World's a delight. I don't know what the dealio is with Hittites, Aryans, Parthians, Olmecs, or that Kong Fuzi dude, but what I do know is that Tarzan was the first inhabitant of North America and he utilized iron metallurgy to fashion himself a Mazda [Ahura model]. Anyhow, I suppose I got a B on that test, but I swear to you that Zoroastrianism did not have the influence of the belief of heaven and hell on later religions. I would bet my lucky penny on it. I would bet my second lucky penny on the fact that Greece was unified under Pericles but it may be that it was a group of autonomous city-states and Pericles was just faking it. Needless to say, I haven't looked up any information since Friday, seeing as how I'll learn the same information on Monday. Besides my test grade, I also want to know 1) where I'm going to be seated and 7) who I'll be sitting next to. If I sit near the front or near her desk, no more talking about how much I love art and about how second period reminds me of my second grade field trip to the South Pole. Or is it the North Pole? Where do you see polar bears? Doesn't say in my dictionary, but hey, this is pretty interesting.
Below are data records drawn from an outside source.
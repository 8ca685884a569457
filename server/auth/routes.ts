import type { Request } from 'express';
import { route, type RouteSpec } from '../lib/routing.js';
import { csrfToken } from '../lib/csrf.js';
import { acceptInvitationBody, changePasswordBody, csrfResponse, loginBody, meResponse } from '../shared/auth.js';
import type { SessionUser } from '../shared/auth.js';
import { acceptInvitation, authenticate, changePassword, endSessions } from './service.js';

/** Ends the request's session: passport's logout, then the row in the session store. */
function endThisSession(req: Request): Promise<void> {
  return new Promise<void>((resolve, reject) => {
    req.logout((logoutError) => {
      if (logoutError) return reject(logoutError as Error);
      req.session.destroy((destroyError) => (destroyError ? reject(destroyError as Error) : resolve()));
    });
  });
}

/** Signs the user in on a fresh session id (passport 0.7 regenerates it) and issues a new CSRF token. */
function signIn(req: Request, user: SessionUser): Promise<{ user: SessionUser; csrfToken: string }> {
  return new Promise((resolve, reject) => {
    req.login(user, (error) => {
      if (error) return reject(error as Error);
      resolve({ user, csrfToken: csrfToken(req) });
    });
  });
}

export const authRoutes: RouteSpec[] = [
  route({
    method: 'get',
    path: '/auth/csrf',
    summary: 'CSRF token for the x-csrf-token header of state-changing requests',
    tag: 'auth',
    access: 'public',
    response: csrfResponse,
    handler: async ({ req }) => ({ token: csrfToken(req) }),
  }),
  route({
    method: 'post',
    path: '/auth/login',
    summary: 'Sign in with e-mail and password (sets the session cookie)',
    tag: 'auth',
    access: 'public',
    body: loginBody,
    response: meResponse,
    handler: async ({ req, body }) => signIn(req, await authenticate(body.email, body.password)),
  }),
  route({
    method: 'get',
    path: '/auth/me',
    summary: 'The signed-in user and a CSRF token',
    tag: 'auth',
    access: 'signed-in',
    response: meResponse,
    handler: async ({ req, user }) => ({ user, csrfToken: csrfToken(req) }),
  }),
  route({
    method: 'post',
    path: '/auth/logout',
    summary: 'Sign out (ends the session)',
    tag: 'auth',
    access: 'public',
    status: 204,
    handler: ({ req }) => endThisSession(req),
  }),
  route({
    method: 'post',
    path: '/auth/logout-everywhere',
    summary: 'Sign out everywhere: ends every session of the signed-in user, in every browser, this one included',
    tag: 'auth',
    access: 'signed-in',
    status: 204,
    handler: async ({ req, user }) => {
      await endSessions(user.id);
      await endThisSession(req);
    },
  }),
  route({
    method: 'post',
    path: '/auth/password',
    summary: 'Change the signed-in user’s password (ends the user’s sessions in other browsers)',
    tag: 'auth',
    access: 'signed-in',
    body: changePasswordBody,
    status: 204,
    handler: async ({ req, user, body }) => changePassword(user.id, body.currentPassword, body.newPassword, req.sessionID),
  }),
  route({
    method: 'post',
    path: '/auth/invitations/accept',
    summary: 'Accept an invitation: set name and password, then signed in',
    tag: 'auth',
    access: 'public',
    body: acceptInvitationBody,
    response: meResponse,
    handler: async ({ req, body }) => signIn(req, await acceptInvitation(body.token, body.name, body.password)),
  }),
];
polar bear n : a large creamy-white bear that inhabits arctic regions
Well how about that? Creamy-white. Like whipped cream. Or cream cheese. Or vanilla ice cream. For my seventh point, I wouldn't mind sitting by Melissa, Derek, AJ, Elaine, the NeoRam, or any of the sophomores that I know quasi-well. I would rather not sit by people who eat everyday in there, people who have sat in front of me at one time or another in that class [one person falls into these first two categories], people who ask me everyday if there was a reading check in AP Psych, people who write bad jeopardy questions and thus force their credibility and intelligence into question, and people who talk like they know everything. I also wouldn't mind sitting by walking into the class and sitting by Kristin Kreuk, after which she would profess her undying love for me and beg me to let her in my life. I'd play it cool, acting nonchalant while portraying some mild interest in the thought of allowing her to pine after me day after day. Then Tom Welling, realizing that I had initiated another one of my fantasies, would come, beat me up, and lay waste onto my backpack and face. Then he'd walk off with Kristin, arm in arm. I'd take a minute to catch my breath and rearrange my face, and then die after seeing my Chapter 1-12 exam grade. Prolonged daydreams are exciting!